**Work to complete:**
Would you go through the records below and copy each line with the string "moments"?

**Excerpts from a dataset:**
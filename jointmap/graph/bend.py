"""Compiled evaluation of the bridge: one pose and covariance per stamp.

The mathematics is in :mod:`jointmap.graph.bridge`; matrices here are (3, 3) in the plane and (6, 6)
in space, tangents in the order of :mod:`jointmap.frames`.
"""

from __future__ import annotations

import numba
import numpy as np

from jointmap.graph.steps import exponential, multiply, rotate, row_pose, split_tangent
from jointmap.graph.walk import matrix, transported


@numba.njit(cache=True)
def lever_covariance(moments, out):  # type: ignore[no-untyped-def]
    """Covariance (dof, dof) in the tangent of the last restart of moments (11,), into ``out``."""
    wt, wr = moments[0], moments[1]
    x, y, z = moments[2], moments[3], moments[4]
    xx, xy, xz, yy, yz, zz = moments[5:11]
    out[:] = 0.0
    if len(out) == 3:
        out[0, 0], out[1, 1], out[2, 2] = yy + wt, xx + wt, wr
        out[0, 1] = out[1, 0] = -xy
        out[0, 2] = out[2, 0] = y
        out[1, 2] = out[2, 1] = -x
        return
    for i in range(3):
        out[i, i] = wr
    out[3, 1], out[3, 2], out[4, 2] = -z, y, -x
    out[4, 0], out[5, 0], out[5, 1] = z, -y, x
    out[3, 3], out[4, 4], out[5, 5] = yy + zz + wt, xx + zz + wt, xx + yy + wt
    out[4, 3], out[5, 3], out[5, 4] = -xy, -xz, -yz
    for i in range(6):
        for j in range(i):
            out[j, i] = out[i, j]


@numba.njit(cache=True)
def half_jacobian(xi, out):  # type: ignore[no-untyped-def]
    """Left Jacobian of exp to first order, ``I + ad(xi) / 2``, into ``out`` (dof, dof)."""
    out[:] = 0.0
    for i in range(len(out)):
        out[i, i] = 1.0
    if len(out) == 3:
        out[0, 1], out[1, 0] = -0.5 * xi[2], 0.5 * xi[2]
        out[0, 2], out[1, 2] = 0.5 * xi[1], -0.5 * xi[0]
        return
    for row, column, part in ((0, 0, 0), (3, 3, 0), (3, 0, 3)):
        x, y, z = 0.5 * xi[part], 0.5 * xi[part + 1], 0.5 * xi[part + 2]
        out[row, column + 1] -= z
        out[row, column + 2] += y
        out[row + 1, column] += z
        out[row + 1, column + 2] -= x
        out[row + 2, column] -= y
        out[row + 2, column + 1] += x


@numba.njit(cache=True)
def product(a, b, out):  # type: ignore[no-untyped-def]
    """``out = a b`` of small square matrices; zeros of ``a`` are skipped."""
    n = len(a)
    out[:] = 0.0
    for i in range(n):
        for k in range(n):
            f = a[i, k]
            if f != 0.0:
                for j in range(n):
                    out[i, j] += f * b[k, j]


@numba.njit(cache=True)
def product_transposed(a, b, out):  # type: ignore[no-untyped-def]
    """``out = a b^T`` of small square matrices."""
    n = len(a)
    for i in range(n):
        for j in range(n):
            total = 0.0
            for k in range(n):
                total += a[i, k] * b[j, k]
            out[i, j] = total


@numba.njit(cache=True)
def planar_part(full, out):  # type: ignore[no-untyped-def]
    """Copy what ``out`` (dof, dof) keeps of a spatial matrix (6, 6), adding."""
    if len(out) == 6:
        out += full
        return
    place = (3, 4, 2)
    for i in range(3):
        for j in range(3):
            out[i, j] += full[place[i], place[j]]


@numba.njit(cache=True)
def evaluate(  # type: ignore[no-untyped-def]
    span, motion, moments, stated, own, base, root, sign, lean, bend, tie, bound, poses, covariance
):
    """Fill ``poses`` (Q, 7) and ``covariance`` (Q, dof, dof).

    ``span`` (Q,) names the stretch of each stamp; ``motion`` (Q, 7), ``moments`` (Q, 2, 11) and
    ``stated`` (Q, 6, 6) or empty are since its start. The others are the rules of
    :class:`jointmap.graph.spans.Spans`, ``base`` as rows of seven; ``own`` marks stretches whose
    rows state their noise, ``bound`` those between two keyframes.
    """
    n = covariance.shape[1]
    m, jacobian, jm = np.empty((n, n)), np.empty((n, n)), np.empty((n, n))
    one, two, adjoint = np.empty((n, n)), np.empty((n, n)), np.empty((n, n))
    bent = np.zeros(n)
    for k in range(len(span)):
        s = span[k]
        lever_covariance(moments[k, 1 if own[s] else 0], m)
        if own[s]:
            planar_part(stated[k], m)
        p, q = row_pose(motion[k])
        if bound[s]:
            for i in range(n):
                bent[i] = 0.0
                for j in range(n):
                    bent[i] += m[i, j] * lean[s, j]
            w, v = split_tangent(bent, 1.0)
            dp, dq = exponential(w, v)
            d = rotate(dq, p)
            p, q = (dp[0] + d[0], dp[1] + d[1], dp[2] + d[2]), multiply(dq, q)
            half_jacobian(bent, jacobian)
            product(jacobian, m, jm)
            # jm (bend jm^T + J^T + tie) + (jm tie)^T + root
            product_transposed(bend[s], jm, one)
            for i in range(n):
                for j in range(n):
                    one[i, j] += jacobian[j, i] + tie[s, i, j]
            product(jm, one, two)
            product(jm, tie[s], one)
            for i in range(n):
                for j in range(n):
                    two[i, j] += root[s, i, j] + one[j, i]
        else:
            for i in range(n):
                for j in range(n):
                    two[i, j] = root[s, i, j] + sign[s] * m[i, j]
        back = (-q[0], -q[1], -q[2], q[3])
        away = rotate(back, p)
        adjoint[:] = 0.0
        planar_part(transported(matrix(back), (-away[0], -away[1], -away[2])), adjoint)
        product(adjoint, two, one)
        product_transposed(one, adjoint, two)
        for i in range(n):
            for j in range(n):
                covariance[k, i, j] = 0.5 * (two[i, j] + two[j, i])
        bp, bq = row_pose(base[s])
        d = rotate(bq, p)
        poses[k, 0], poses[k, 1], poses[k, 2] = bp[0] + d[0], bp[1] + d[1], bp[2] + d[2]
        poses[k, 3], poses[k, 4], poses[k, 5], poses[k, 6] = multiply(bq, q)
* * *
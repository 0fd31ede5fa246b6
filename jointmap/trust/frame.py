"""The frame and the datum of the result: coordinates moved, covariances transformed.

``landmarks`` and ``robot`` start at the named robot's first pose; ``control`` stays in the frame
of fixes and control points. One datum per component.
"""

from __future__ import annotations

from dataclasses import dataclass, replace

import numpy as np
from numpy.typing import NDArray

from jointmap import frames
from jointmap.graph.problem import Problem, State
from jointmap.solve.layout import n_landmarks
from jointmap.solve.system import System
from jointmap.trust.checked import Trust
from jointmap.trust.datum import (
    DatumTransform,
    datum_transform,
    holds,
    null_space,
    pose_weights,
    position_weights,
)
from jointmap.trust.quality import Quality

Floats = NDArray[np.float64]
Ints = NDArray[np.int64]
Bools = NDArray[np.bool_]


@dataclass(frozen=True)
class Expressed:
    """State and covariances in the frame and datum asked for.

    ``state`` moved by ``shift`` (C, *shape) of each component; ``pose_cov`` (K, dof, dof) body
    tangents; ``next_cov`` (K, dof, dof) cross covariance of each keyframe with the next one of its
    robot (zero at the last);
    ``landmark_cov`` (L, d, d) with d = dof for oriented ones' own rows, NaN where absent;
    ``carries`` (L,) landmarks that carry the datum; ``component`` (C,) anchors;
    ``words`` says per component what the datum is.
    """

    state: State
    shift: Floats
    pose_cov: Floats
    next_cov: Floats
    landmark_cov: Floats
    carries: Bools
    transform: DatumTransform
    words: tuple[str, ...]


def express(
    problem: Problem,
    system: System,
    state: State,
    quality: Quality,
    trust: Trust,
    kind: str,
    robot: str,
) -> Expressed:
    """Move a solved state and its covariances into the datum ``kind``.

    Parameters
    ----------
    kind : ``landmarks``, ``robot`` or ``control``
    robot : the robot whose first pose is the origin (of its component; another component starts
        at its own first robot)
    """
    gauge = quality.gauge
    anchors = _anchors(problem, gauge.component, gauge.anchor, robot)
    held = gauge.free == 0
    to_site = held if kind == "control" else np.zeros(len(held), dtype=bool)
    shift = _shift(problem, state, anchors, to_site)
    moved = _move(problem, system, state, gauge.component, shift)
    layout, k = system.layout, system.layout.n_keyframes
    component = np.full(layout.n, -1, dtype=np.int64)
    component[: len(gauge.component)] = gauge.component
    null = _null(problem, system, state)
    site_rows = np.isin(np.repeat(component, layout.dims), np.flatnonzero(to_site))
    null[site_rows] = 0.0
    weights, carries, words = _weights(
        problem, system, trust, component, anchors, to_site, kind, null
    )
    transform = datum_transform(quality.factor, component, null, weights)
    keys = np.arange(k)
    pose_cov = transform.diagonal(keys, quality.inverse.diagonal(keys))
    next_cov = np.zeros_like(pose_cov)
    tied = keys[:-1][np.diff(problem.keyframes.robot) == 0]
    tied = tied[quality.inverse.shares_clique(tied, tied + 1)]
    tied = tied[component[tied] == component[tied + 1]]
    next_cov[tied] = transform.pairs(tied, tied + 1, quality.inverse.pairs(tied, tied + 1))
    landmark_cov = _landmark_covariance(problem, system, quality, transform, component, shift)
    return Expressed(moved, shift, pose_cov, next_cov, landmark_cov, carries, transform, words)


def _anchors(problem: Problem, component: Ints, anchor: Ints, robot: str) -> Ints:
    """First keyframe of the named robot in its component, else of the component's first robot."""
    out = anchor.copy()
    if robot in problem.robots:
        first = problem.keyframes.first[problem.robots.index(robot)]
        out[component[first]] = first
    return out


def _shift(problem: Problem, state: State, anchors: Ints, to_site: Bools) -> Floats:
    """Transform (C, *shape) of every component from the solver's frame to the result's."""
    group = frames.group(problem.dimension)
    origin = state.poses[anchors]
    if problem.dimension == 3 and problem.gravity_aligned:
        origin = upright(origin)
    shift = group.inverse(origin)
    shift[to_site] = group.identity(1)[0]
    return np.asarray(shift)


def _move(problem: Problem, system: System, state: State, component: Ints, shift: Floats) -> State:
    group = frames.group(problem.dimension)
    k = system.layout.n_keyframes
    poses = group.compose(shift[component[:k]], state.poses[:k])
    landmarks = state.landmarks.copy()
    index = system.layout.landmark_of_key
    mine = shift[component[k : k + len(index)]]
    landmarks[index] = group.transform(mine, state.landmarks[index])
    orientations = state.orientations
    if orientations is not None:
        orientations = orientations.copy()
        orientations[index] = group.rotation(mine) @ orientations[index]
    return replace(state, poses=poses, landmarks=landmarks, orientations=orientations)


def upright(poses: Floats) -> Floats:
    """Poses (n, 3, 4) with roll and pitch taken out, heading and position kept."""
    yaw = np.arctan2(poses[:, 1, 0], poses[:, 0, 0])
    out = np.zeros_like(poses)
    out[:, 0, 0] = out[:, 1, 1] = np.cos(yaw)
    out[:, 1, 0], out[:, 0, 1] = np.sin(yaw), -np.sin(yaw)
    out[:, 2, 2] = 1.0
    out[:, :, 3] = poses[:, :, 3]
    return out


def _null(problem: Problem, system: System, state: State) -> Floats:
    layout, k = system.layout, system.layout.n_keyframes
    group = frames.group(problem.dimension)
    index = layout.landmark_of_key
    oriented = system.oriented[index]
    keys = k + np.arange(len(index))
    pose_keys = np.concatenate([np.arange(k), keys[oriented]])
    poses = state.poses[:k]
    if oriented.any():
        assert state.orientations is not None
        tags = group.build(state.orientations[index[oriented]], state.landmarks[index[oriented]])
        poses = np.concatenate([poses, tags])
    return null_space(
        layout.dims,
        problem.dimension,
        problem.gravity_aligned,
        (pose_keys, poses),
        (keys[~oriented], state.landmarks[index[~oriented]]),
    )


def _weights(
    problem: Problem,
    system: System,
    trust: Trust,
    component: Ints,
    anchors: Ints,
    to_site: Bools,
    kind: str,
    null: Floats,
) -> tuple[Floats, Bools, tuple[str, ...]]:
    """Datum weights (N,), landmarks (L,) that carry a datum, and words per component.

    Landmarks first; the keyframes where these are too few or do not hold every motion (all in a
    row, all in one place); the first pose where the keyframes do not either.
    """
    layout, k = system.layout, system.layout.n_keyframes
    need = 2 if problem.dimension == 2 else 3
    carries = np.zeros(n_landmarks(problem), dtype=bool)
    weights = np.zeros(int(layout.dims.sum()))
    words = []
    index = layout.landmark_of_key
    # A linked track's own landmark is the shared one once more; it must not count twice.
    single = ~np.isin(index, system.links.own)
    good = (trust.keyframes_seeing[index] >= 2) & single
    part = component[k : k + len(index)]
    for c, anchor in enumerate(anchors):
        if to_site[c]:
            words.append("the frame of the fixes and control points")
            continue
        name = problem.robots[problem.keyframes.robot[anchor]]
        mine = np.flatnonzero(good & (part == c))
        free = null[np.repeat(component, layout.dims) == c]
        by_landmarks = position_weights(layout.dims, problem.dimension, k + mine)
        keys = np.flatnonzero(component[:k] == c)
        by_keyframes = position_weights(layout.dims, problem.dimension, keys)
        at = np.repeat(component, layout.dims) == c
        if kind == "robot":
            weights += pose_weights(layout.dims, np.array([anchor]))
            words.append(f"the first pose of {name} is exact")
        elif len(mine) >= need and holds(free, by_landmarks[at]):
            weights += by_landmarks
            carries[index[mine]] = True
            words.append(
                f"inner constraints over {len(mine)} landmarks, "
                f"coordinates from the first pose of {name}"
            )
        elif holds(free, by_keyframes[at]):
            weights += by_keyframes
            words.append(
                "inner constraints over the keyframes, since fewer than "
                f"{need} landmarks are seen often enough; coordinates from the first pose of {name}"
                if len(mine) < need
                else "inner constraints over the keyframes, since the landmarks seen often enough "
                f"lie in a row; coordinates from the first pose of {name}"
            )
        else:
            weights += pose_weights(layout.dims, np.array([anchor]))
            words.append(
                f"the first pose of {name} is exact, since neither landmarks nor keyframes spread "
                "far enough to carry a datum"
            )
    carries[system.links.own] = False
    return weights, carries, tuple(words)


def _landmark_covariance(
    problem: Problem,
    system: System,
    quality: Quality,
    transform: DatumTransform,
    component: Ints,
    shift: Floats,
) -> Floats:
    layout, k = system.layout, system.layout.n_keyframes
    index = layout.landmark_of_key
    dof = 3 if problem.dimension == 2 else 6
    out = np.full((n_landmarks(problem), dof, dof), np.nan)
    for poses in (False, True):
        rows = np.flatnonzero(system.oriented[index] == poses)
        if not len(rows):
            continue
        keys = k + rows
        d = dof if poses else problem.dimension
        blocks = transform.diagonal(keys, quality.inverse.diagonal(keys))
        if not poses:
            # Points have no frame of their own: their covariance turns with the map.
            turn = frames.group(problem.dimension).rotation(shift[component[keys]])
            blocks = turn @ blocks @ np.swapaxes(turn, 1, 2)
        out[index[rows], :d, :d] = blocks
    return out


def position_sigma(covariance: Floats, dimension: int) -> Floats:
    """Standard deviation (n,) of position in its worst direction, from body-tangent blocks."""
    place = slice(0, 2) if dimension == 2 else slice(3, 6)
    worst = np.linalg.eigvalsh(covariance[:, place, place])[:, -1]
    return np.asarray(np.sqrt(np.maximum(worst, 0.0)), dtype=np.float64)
...
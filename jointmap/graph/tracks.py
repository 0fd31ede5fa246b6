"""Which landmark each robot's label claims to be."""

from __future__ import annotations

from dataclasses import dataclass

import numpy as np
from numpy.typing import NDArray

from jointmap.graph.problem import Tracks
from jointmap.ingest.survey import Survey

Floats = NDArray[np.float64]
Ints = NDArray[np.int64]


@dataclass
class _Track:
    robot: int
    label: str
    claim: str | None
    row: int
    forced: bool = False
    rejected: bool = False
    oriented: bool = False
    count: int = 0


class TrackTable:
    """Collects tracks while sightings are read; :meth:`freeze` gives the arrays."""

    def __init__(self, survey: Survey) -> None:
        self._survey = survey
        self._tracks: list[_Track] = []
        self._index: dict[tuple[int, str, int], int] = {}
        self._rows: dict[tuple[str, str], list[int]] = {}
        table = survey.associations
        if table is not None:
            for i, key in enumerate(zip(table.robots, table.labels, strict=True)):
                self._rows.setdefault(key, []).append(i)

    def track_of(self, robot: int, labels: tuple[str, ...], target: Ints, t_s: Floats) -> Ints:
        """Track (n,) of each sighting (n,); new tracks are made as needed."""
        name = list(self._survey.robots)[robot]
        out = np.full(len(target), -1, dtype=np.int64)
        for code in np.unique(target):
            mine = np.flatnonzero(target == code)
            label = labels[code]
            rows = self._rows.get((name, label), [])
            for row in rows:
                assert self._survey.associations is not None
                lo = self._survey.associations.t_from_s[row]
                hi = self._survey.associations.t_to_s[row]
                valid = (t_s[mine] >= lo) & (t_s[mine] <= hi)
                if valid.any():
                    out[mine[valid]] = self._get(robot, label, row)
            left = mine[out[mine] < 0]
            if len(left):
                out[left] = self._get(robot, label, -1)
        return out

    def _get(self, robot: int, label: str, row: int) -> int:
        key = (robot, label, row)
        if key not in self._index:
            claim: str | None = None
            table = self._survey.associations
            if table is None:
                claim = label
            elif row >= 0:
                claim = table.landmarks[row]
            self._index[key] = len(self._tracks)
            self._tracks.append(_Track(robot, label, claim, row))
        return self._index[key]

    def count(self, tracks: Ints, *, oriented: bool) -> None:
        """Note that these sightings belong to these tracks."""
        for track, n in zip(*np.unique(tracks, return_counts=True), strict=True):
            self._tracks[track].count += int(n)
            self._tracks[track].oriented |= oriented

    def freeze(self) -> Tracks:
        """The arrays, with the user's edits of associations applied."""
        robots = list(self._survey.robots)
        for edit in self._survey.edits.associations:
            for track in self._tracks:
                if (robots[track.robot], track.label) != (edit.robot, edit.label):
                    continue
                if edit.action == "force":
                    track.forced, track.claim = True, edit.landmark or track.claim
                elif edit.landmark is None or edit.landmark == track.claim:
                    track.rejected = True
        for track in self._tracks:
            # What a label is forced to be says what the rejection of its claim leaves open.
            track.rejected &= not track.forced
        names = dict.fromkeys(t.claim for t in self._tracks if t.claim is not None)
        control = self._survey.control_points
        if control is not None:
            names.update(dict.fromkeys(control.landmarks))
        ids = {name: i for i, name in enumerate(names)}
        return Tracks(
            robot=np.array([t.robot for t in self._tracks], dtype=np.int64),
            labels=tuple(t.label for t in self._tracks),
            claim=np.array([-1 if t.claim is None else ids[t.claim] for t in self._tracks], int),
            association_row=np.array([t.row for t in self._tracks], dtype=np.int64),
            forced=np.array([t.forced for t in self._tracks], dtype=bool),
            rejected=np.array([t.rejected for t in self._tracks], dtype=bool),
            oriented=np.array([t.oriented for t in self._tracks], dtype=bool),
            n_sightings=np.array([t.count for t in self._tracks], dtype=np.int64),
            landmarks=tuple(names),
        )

**Solved problem:**
def lever_covariance(moments, out):  # type: ignore[no-untyped-def]
    """Covariance (dof, dof) in the tangent of the last restart of moments (11,), into ``out``."""
    wt, wr = moments[0], moments[1]
    x, y, z = moments[2], moments[3], moments[4]
    xx, xy, xz, yy, yz, zz = moments[5:11]
    span, motion, moments, stated, own, base, root, sign, lean, bend, tie, bound, poses, covariance
    ``span`` (Q,) names the stretch of each stamp; ``motion`` (Q, 7), ``moments`` (Q, 2, 11) and
        lever_covariance(moments[k, 1 if own[s] else 0], m)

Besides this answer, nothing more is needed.